You will have to cut the line and not able to land it, like pcola probably. Heck that would tell me, if I were a shark, hang out here, free food and nothin but exercise to get it? If my buddies were dis appearing, I may think diffrently about eatin that bait, lol. They are in the surf, wether we feed em or not, just some more government crap! I see dozens of them cruising the beach while on lunch and phone calls from the 30th floor in Orange Beach!


----------



## PompChaser315 (Feb 18, 2011)

Was at Navarre Pier this afternoon and people were talking about this, what a load of bullshit! No kings around today but everybody was catching sharks. Saw 3 nice blacktips landed


----------



## Splittine (Nov 24, 2007)

FUPAGUNT said:


> Was at Navarre Pier this afternoon and people were talking about this, what a load of bullshit! No kings around today but everybody was catching sharks. Saw 3 nice blacktips landed


 
If you dont land a king by next weekend let me know and ill pop your cherry.


----------



## PompChaser315 (Feb 18, 2011)

Splittine said:


> If you dont land a king by next weekend let me know and ill pop your cherry.



Well hopefully it wont take that long but will def take you up on that offer.
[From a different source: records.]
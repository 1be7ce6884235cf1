import { extrapolationCap } from '../extrapolation-cap'
import { outlier } from '../outlier'
import { regression } from '../regression'
import { shelfLife } from '../shelf-life'
import {
  choice,
  fieldsOf,
  flag,
  given,
  list,
  number,
  numbers,
  object,
  optionalFlag,
  optionalNumber,
  optionalNumbers,
  text,
} from './read'
import { topic } from './topic'
import { examples } from './examples'

export const regressionTopic = topic({
  name: 'regression',
  says: 'Least-squares line of y on x, with predictions',
  input: '{x:[], y:[], confidence?:0.95, at?:[x…]}',
  output:
    '{n, slope, intercept, slopeSe, interceptSe, residualSd, r2, df, slopeP, predictions:[{x, mean, meanLow, meanHigh, newLow, newHigh}]}',
  notes: 'Ordinary least squares, centred; checked against NIST StRD Norris. All limits are two-sided.',
  example: examples.regression,
  read: (raw) => {
    const fields = fieldsOf(raw, '', ['x', 'y', 'confidence', 'at'])
    return {
      x: numbers(fields, 'x'),
      y: numbers(fields, 'y'),
      ...given({ confidence: optionalNumber(fields, 'confidence'), at: optionalNumbers(fields, 'at') }),
    }
  },
  compute: regression,
})

export const shelfLifeTopic = topic({
  name: 'shelf-life',
  says: 'Supported time of one or more batches by ICH Q1E (2003)',
  input:
    '{batches:[{name, t:[], y:[]}], limit:{lower?, upper?}, direction:"decreasing"|"increasing"|"either", confidence?:0.95, poolingAlpha?:0.25, horizon}',
  output:
    '{model:"common line"|"common slope"|"separate lines", tests:[{name:"slopes"|"intercepts", F, df1, df2, p, pooled}], batches:[{name, slope, intercept, residualSd, df, crossing, side}], crossing, limitingBatch}',
  notes:
    'Slopes are pooled by an F test, then intercepts by one on the refitted common-slope model; with separate lines the error is pooled over batches. The crossing is in closed form.',
  example: examples['shelf-life'],
  read: (raw) => {
    const fields = fieldsOf(raw, '', [
      'batches',
      'limit',
      'direction',
      'confidence',
      'poolingAlpha',
      'horizon',
    ])
    const limit = object(fields, 'limit', ['lower', 'upper'])
    return {
      batches: list(fields, 'batches', (item, path) => {
        const batch = fieldsOf(item, path, ['name', 't', 'y'])
        return { name: text(batch, 'name'), t: numbers(batch, 't'), y: numbers(batch, 'y') }
      }),
      limit: given({ lower: optionalNumber(limit, 'lower'), upper: optionalNumber(limit, 'upper') }),
      direction: choice(fields, 'direction', ['decreasing', 'increasing', 'either']),
      ...given({
        confidence: optionalNumber(fields, 'confidence'),
        poolingAlpha: optionalNumber(fields, 'poolingAlpha'),
      }),
      horizon: number(fields, 'horizon'),
    }
  },
  compute: shelfLife,
})

export const extrapolationCapTopic = topic({
  name: 'extrapolation-cap',
  says: 'Longest time that months of long-term data may support: decision tree of ICH Q1E (2003)',
  input:
    '{dataMonths, storage:"room"|"refrigerated"|"frozen", acceleratedChange, intermediateChange?, variable, statistics}',
  output: '{capMonths, rule}',
  notes:
    'capMonths equals dataMonths where nothing may be extrapolated. The months are seen in quotation, the factors 2X and 1.5X from memory.',
  example: examples['extrapolation-cap'],
  read: (raw) => {
    const fields = fieldsOf(raw, '', [
      'dataMonths',
      'storage',
      'acceleratedChange',
      'intermediateChange',
      'variable',
      'statistics',
    ])
    return {
      dataMonths: number(fields, 'dataMonths'),
      storage: choice(fields, 'storage', ['room', 'refrigerated', 'frozen']),
      acceleratedChange: flag(fields, 'acceleratedChange'),
      ...given({ intermediateChange: optionalFlag(fields, 'intermediateChange') }),
      variable: flag(fields, 'variable'),
      statistics: flag(fields, 'statistics'),
    }
  },
  compute: extrapolationCap,
})

export const outlierTopic = topic({
  name: 'outlier',
  says: "Grubbs' test for one outlier, two-sided",
  input: '{values:[], alpha?:0.05}',
  output: '{g, critical, index, outlier}',
  notes: "Critical value (n − 1)/√n · √(t²/(n − 2 + t²)), t the upper alpha/(2n) quantile of Student's t.",
  example: examples.outlier,
  read: (raw) => {
    const fields = fieldsOf(raw, '', ['values', 'alpha'])
    return { values: numbers(fields, 'values'), ...given({ alpha: optionalNumber(fields, 'alpha') }) }
  },
  compute: outlier,
})
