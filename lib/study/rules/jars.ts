import { askedWeeks } from '@/lib/protocol/rules/plan'
import type { ProtocolPlan } from '@/lib/protocol/schema'

export type PlannedJar = {
  batchId: string
  /** Position of its station in the plan; null for the jars of the initial and for retains. */
  position: number | null
  kind: 'watch' | 'measuring' | 'spare' | 'retain'
  state: 'stored' | 'spent' | 'kept'
  /** Weeks at which it is asked for: all of its station's for a watch jar, one for a measuring jar. */
  weeks: number[]
  /** Which outside laboratory's jar it is. */
  setAsideFor?: string
}

/** Every jar of a study: what it is for, where it stands, when it is asked for. */
export function plannedJars(plan: ProtocolPlan, batchIds: string[]): PlannedJar[] {
  return batchIds.flatMap((batchId) => [
    ...plan.stations.flatMap((station, position) => [
      ...times(station.watchJars, () =>
        stored(batchId, position, 'watch', askedWeeks(plan, station, 'watch')),
      ),
      ...askedWeeks(plan, station, 'measuring').flatMap((week) =>
        times(station.measuringJarsPerPull, () => stored(batchId, position, 'measuring', [week])),
      ),
      ...times(station.spares, () => stored(batchId, position, 'spare', [])),
    ]),
    ...times(plan.initialJars, (): PlannedJar => ({
      ...nowhere(batchId),
      kind: 'measuring',
      state: 'spent',
    })),
    ...times(plan.retains, (): PlannedJar => ({ ...nowhere(batchId), kind: 'retain', state: 'kept' })),
    ...(plan.setAside ?? []).flatMap(({ what, jars }) =>
      times(jars, (): PlannedJar => ({
        ...nowhere(batchId),
        kind: 'retain',
        state: 'kept',
        setAsideFor: what,
      })),
    ),
  ])
}

function stored(batchId: string, position: number, kind: PlannedJar['kind'], weeks: number[]): PlannedJar {
  return { batchId, position, kind, state: 'stored', weeks }
}

function nowhere(batchId: string) {
  return { batchId, position: null, weeks: [] }
}

function times<T>(count: number, make: () => T): T[] {
  return Array.from({ length: count }, make)
}
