import { sql } from 'kysely'
import { isClientOnly, type Actor } from '@/lib/auth/actor'
import type { Db } from '@/lib/db/client'
import { attributeOf, type AttributeKey } from '@/lib/reading/schema/attributes'
import { cellsOf } from '@/lib/study/rules/cells'
import { weeksBetween } from '@/lib/study/rules/calendar'
import { ledgerHeadline, nextOne, sorted, worstShelf, type LedgerRow } from '@/lib/study/rules/ledger'
import type { StudyFilter } from '@/lib/study/schema'
import { listShelfParts } from './shelf-parts'
import { studiesOf } from './scope'

/** The ledger of studies: each with its worst shelf, its standing, its next pull and who is next. */
export async function listStudies(db: Db, actor: Actor, filter: StudyFilter) {
  const found = await findStudies(db, actor, filter)
  const counts = await countStudies(db, actor)
  const ids = found.map((study) => study.id)
  const parts = await listShelfParts(db, ids)
  const rows = found.map((study): LedgerRow => {
    const own = parts.of(study.id)
    const shelf = worstShelf(own.series, own.stations, own.flags)
    const next = nextOne(study, own)
    return {
      id: study.id,
      code: study.code,
      title: study.title,
      state: study.state,
      batches: own.batches.map((batch) => batch.code),
      formulaName: own.batches[0]?.formulaName ?? '',
      clientName: study.clientName,
      endWeeks: study.endWeeks,
      elapsedWeeks: Math.min(study.endWeeks, weeksBetween(study.startedOn, study.endedOn ?? study.today)),
      standing: shelf.standing,
      worst: shelf.series
        ? {
            attribute: shelf.series.attribute,
            label: attributeOf(shelf.series.attribute as AttributeKey).label,
            used: shelf.series.used,
            latest: shelf.series.latestValue,
            leavesAtWeeks: shelf.series.leavesAtWeeks,
            isPending: shelf.isPending,
          }
        : null,
      startedOn: study.startedOn,
      station: shelf.station
        ? {
            kind: shelf.station.kind,
            temperatureC: shelf.station.temperatureC,
            cells: cellsOf(shelf.series?.batchId ?? own.batches[0]!.id, shelf.station.id, {
              ...own,
              today: study.today,
              fillHeightMm: study.fillHeightMm,
            }).map(({ weeks, state, posture, topPercent, bottomPercent }) => ({
              weeks,
              state,
              posture,
              topPercent,
              bottomPercent,
            })),
          }
        : null,
      timePoints: Math.max(0, ...own.series.map((one) => one.finding.points.length)),
      ...next,
      isMine: !isClientOnly(actor) && next.flags > 0 && study.createdBy === actor.personId,
    }
  })
  const shown = rows.filter((row) => filter.standing === 'any' || row.standing === filter.standing)
  return { rows: sorted(shown, filter.sort), counts, ...ledgerHeadline(rows, filter) }
}
export type Ledger = Awaited<ReturnType<typeof listStudies>>

async function findStudies(db: Db, actor: Actor, filter: StudyFilter) {
  const typed = `%${filter.q.replace(/[\\%_]/g, '\\$&')}%`
  return db
    .selectFrom('study')
    .leftJoin('client', 'client.id', 'study.clientId')
    .innerJoin('person', 'person.id', 'study.createdBy')
    .select(['study.id', 'study.code', 'study.title', 'study.state', 'study.startedOn', 'study.endedOn'])
    .select([
      'study.endWeeks',
      'study.createdBy',
      'client.name as clientName',
      'person.initials as startedBy',
    ])
    .select([
      sql<number>`(study.plan->>'fillHeightMm')::numeric`.as('fillHeightMm'),
      sql<string>`(app_now() at time zone coalesce((select time_zone from lab), 'UTC'))::date`.as('today'),
    ])
    .where('study.state', '=', filter.is)
    .where(studiesOf(actor))
    .$if(filter.q !== '', (query) =>
      query.where(
        sql<boolean>`(study.code ilike ${typed} or study.title ilike ${typed} or client.name ilike ${typed}
          or exists (select from jar where jar.study_id = study.id and jar.code ilike ${typed})
          or exists (select from study_batch sb join batch b on b.id = sb.batch_id
            join formula_version fv on fv.id = b.formula_version_id join formula f on f.id = fv.formula_id
            where sb.study_id = study.id and (b.code ilike ${typed} or f.name ilike ${typed} or f.code ilike ${typed})))`,
      ),
    )
    .orderBy('study.code', 'desc')
    .limit(200)
    .execute()
}

async function countStudies(db: Db, actor: Actor) {
  return db
    .selectFrom('study')
    .select((eb) => [
      eb.fn.countAll<number>().filterWhere('state', '=', 'running').as('running'),
      eb.fn.countAll<number>().filterWhere('state', '=', 'closed').as('closed'),
    ])
    .where(studiesOf(actor))
    .executeTakeFirstOrThrow()
}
Do you got a secret honey hole or somethin?


----------



## Splittine (Nov 24, 2007)

FUPAGUNT said:


> Well hopefully it wont take that long but will def take you up on that offer. Do you got a secret honey hole or somethin?


No they are just thick this time of year.


----------



## Baitcaster (Oct 4, 2007)

was wondering when that would happen since you can't shark fish off the Skyscraper .


----------



## Bean Counter (Nov 15, 2010)

It is up for discussion on the 11th and has not been decided yet. Go to the meeting and let them know what you think. Think about it if safety is the concern the pier is the best place because you can still shark fish from the beach, right in the middle of everyone. I would suggest you call the county commissioner for Navarre, Jim Melvin, and let him know what you think. Never tried to catch a shark from the pier on purpose but, I have hooked a few while fishing there, kind of hard not to sometimes.


----------



## SaltJunkie0226 (Jun 26, 2011)

FEw Kings in Pcola last few days. Very slow. I hear Navaree is the place to be. I will be out there next week some time.


----------



## stevesmi (Mar 15, 2012)

funny i was surf fishing and caught a shark the other day and a tourist was walking by and told me "let it go!!" and was freaking out, trying to persuade me to throw it back. i looked up at her and said calmly "ok i will, can i get the hook out first?" sheesh, give me a chance to get the hook out lady!


----------



## leeroy87 (May 20, 2012)

update on this?


----------



## Buddy28030 (May 27, 2012)

Don't quote me on this but I am pretty sure they voted not to ban shark fishing.


----------



## Pier#r (Oct 2, 2007)

From PPFF 'Navarre':


> author=MS PAT link=topic=2357.msg12451#msg12451 date=1339454405]
> THANKS FOR A GREAT TURNOUT THIS MORNING thumps up THE COMMISSIONERS DO NOT WANT TO STOP SHARK FISHING ON THE PIER. THE BIG ISSUE WAS ABOUT BEACHING A SHARK THRU THE "SWIMMING AREA" IN FRONT OF THE SUMMER WINDS CONDO. WELL NOW, EVERYBODY KNOWS THAT NOBODY RESPECTS THE 300 FT. AREA AROUND THE PIER - EVEN THE COMMISSIONERS.. ERNIE POLK THAT IS THE KING OF SHARK FISHING ON OUR PIER, PROPOSED THAT NO SHARKS BE "BEACHED" DURING DAYLIGHT HOURS FROM MAY 10TH THRU SEPT 10TH WHICH IS THE PRIME TOURIST TIME. THE COMMISSIONERS ARE IN FAVOR OF THIS. ANSWERS WILL BE COMING THURSDAY. THEY WILL ALSO MAKE A RULING ON PEOPLE WITH PHYSICAL DISABILITIES (WHEELCHAIR) BEING ABLE TO FISH FREE. THE COUNTY ATTORNEY WILL GIVE A DEFINITION OF WHAT THAT WOULD BE AFTER RESEARCHING THE AMERICANS WITH DISABILITY ACT AND GIVE USE AN ANSWER ON THURSDAY ALSO. PLEASE COME OUT AND SUPPORT US ON THURSDAY.


:thumbup:


----------



## Gaff (Jan 20, 2012)

Sweet. That's great news.


----------



## fisheye48 (Sep 28, 2007)

i dont pier or shark fish but either way its a win for fishermen!!!!!


----------



## Pier#r (Oct 2, 2007)

*One more thing...*

Email county commisioners tonite!

Fromm PPFF


ms pat link=topic=2398.msg12566#msg12566 date=1339617543 said:


> found out just now that 3 of the 5 county commissioners are willing to leave the shark fishing as is with no changes. Please send emails letting them know that it's alright with you if they do (no restrictions added to the fwc regs) this great for us email :[email protected] everybody reading this send it in tonight!! Meeting is 0900 tomorrow.
> Thanks from me and the pier staff


----------



## Phat Old Man (May 24, 2012)

No Ban!


----------